Say how many lines below have "workspaceId" in them, giving the number alone.
(Excerpted data begins)
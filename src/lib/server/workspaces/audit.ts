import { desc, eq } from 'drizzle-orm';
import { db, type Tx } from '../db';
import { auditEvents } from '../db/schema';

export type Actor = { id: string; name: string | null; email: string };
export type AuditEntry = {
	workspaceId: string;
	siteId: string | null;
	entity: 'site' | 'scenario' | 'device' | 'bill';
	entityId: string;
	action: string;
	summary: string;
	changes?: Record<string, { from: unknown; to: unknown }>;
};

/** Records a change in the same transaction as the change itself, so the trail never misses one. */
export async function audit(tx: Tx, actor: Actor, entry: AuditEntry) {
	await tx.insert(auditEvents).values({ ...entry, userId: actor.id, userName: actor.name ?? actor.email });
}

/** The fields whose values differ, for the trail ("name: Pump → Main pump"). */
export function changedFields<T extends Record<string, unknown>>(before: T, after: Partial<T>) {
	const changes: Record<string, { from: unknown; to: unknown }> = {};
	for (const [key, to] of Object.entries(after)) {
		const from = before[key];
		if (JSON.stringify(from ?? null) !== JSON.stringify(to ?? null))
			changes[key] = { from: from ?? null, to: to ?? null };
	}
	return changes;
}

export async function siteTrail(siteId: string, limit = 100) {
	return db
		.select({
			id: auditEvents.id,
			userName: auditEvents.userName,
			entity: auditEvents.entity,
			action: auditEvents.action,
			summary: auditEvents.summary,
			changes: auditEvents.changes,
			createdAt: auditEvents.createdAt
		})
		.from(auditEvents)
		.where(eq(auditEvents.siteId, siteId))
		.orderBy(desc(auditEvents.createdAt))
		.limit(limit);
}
(Excerpted data ends)
(Excerpted data begins)
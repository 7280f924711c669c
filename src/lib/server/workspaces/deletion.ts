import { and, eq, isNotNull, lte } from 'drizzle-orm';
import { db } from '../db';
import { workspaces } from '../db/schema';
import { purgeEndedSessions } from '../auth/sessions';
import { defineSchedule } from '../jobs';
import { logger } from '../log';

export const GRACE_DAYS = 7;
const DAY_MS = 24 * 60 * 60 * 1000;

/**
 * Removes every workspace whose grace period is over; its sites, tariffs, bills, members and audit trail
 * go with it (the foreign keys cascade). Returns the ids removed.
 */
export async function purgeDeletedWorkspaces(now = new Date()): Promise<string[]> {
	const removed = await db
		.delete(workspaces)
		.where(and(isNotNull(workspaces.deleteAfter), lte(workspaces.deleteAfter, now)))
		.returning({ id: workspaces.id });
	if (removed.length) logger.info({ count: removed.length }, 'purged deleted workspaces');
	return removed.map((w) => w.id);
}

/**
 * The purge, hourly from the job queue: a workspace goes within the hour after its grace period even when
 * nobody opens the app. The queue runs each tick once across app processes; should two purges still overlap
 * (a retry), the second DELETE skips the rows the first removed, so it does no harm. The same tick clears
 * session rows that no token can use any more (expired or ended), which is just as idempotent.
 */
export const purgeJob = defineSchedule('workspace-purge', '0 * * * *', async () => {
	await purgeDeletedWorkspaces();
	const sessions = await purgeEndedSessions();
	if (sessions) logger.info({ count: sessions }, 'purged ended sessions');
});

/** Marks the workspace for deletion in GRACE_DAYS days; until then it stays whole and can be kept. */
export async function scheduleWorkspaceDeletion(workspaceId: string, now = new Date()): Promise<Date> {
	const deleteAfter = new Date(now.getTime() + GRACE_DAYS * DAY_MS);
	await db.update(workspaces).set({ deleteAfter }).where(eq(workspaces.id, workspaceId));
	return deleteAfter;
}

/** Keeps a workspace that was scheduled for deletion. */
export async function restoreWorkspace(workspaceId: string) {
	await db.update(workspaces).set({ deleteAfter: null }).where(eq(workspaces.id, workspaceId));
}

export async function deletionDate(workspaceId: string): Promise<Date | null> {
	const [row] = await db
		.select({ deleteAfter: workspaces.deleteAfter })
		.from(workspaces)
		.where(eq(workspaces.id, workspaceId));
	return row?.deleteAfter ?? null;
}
(Excerpted data ends)
(Excerpted data begins)
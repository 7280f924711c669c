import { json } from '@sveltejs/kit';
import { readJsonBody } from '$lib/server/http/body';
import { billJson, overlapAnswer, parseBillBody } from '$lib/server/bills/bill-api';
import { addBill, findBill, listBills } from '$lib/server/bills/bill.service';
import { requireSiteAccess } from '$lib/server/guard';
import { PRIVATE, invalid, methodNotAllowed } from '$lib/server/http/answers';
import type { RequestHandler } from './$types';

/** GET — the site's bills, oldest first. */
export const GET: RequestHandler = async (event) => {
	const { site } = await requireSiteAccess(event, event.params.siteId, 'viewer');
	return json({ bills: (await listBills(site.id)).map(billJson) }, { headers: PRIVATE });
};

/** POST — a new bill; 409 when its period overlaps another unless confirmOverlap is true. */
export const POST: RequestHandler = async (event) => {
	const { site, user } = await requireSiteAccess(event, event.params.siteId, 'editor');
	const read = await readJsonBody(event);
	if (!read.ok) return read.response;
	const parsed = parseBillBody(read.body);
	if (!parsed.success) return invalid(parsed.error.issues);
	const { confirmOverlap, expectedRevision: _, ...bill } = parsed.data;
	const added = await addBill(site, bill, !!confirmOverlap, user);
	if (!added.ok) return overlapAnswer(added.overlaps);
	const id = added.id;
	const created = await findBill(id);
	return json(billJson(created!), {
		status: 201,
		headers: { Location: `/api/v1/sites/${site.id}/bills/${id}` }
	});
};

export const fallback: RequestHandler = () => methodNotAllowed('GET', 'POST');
(Excerpted data ends)
Exercise output:
7